College of Chemistry, Chemical Engineering and Materials Science, Engineering Research Center of Pesticide and Medicine Intermediate Clean Production, Ministry of Education, Key Laboratory of Molecular and Nano Probes, Shandong Normal University, Jinan 250014, People's Republic of China.
Biosens Bioelectron. 2013 Mar 15;41:903-6. doi: 10.1016/j.bios.2012.09.048. Epub 2012 Oct 2.
A novel, simple, and versatile amperometric sensing platform was developed based on HRP-mimicking DNAzyme-catalyzed template-guided deposition of polyaniline (PANI). Pb(2+) was chosen as a model to demonstrate the proof-of-concept of our approach. The Pb(2+) aptamer was first self-assembled on the electrode surface. Upon addition of Pb(2+), Pb(2+) bound to its aptamer to form G-quadruplex (G4). HRP-mimicking DNAzyme with peroxidase catalytic activity was successfully generated after hemin was efficiently intercalated into the G4 structure. Subsequently, HRP-mimicking DNAzyme catalyzed oxidation of aniline to PANI with H(2)O(2) exclusively at the G4 structures, which lead to a readily measurable "turn-on" electrochemical signal. The constructed platform exhibited a good linear response toward Pb(2+) over a wide range of concentration from 1.0×10(-9) M to 1.0×10(-6) M with the detection limit of 5.0×10(-10) M. The high performance DNAzyme-based strategy can be further extended to quantify a wide variety of analytes.

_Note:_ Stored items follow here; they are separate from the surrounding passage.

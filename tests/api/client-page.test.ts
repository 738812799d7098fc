import { afterAll, describe, expect, it } from 'vitest'
import request from 'supertest'
import { mkdtempSync, rmSync, writeFileSync } from 'node:fs'
import { tmpdir } from 'node:os'
import { join } from 'node:path'
import { createApp } from '../../server/app'
import { jsonForScript } from '../../server/middleware/client-page'
import { sessionSchema } from '../../shared/schemas/auth'
import { clientOf, makeUser } from '../helpers/api'

const dir = mkdtempSync(join(tmpdir(), 'roomwright-client-page-'))
writeFileSync(join(dir, 'index.html'), '<!doctype html><html><head><title>Roomwright</title></head><body><div id="app"></div></body></html>')
const built = createApp({ clientDir: dir })

afterAll(async () => {
  await built.close()
  rmSync(dir, { recursive: true, force: true })
  const { closeDb } = await import('../../server/db/sequelize')
  await closeDb()
})

/** The session the page carries, read as the client reads it (src/api/auth.ts). */
function sessionIn(html: string) {
  const m = /<script id="rw-session" type="application\/json">(.*?)<\/script>/s.exec(html)
  if (!m) throw new Error(`no session in the page: ${html}`)
  return sessionSchema.parse(JSON.parse(m[1]))
}

describe('the client page carries the session', () => {
  it('signed out: the page says nobody is signed in, and is never stored', async () => {
    const res = await request(built.app).get('/cases/some-id').expect(200)
    expect(res.headers['content-type']).toMatch(/text\/html/)
    expect(res.headers['cache-control']).toBe('no-store')
    expect(res.headers.etag).toBeUndefined()
    expect(sessionIn(res.text)).toEqual({ user: null })
  })
  it('signed in: the same user as GET /api/auth/session, and null again after sign-out', async () => {
    const user = await makeUser('listener', 'Page </script><script>alert(1)</script> & Co')
    const c = await clientOf(built.app, user)
    const api = (await c.get('/api/auth/session').expect(200)).body
    const page = await c.get('/queue').expect(200)
    expect(page.text).not.toContain('<script>alert(1)')
    expect(sessionIn(page.text)).toEqual(api)
    await c.post('/api/auth/logout').expect(204)
    expect(sessionIn((await c.get('/queue').expect(200)).text)).toEqual({ user: null })
  })
  it('the JSON cannot end its element or open a comment, and reads back the same', () => {
    const value = { name: '</script><!-- & \u2028\u2029 >' }
    const text = jsonForScript(value)
    expect(text).not.toMatch(/[<>&\u2028\u2029]/)
    expect(JSON.parse(text)).toEqual(value)
  })
})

基于 HRP 模拟 DNA zyme 催化的模板引导聚苯胺(PANI)沉积,开发了一种新颖、简单、通用的安培传感平台。选择 Pb(2+)作为模型来证明我们方法的概念验证。首先将 Pb(2+)适体自组装到电极表面。加入 Pb(2+)后,Pb(2+)与适体结合形成 G-四链体 (G4)。血红素被有效插入 G4 结构后,成功生成具有过氧化物酶催化活性的 HRP 模拟 DNA 酶。随后,HRP 模拟 DNA 酶在 G4 结构处仅用 H(2)O(2)催化苯胺氧化为 PANI,产生易于测量的“开启”电化学信号。所构建的平台对 Pb(2+)表现出良好的线性响应,浓度范围从 1.0×10(-9) M 到 1.0×10(-6) M,检测限为 5.0×10(-10) M。基于 DNA 酶的高性能策略可以进一步扩展到定量分析各种分析物。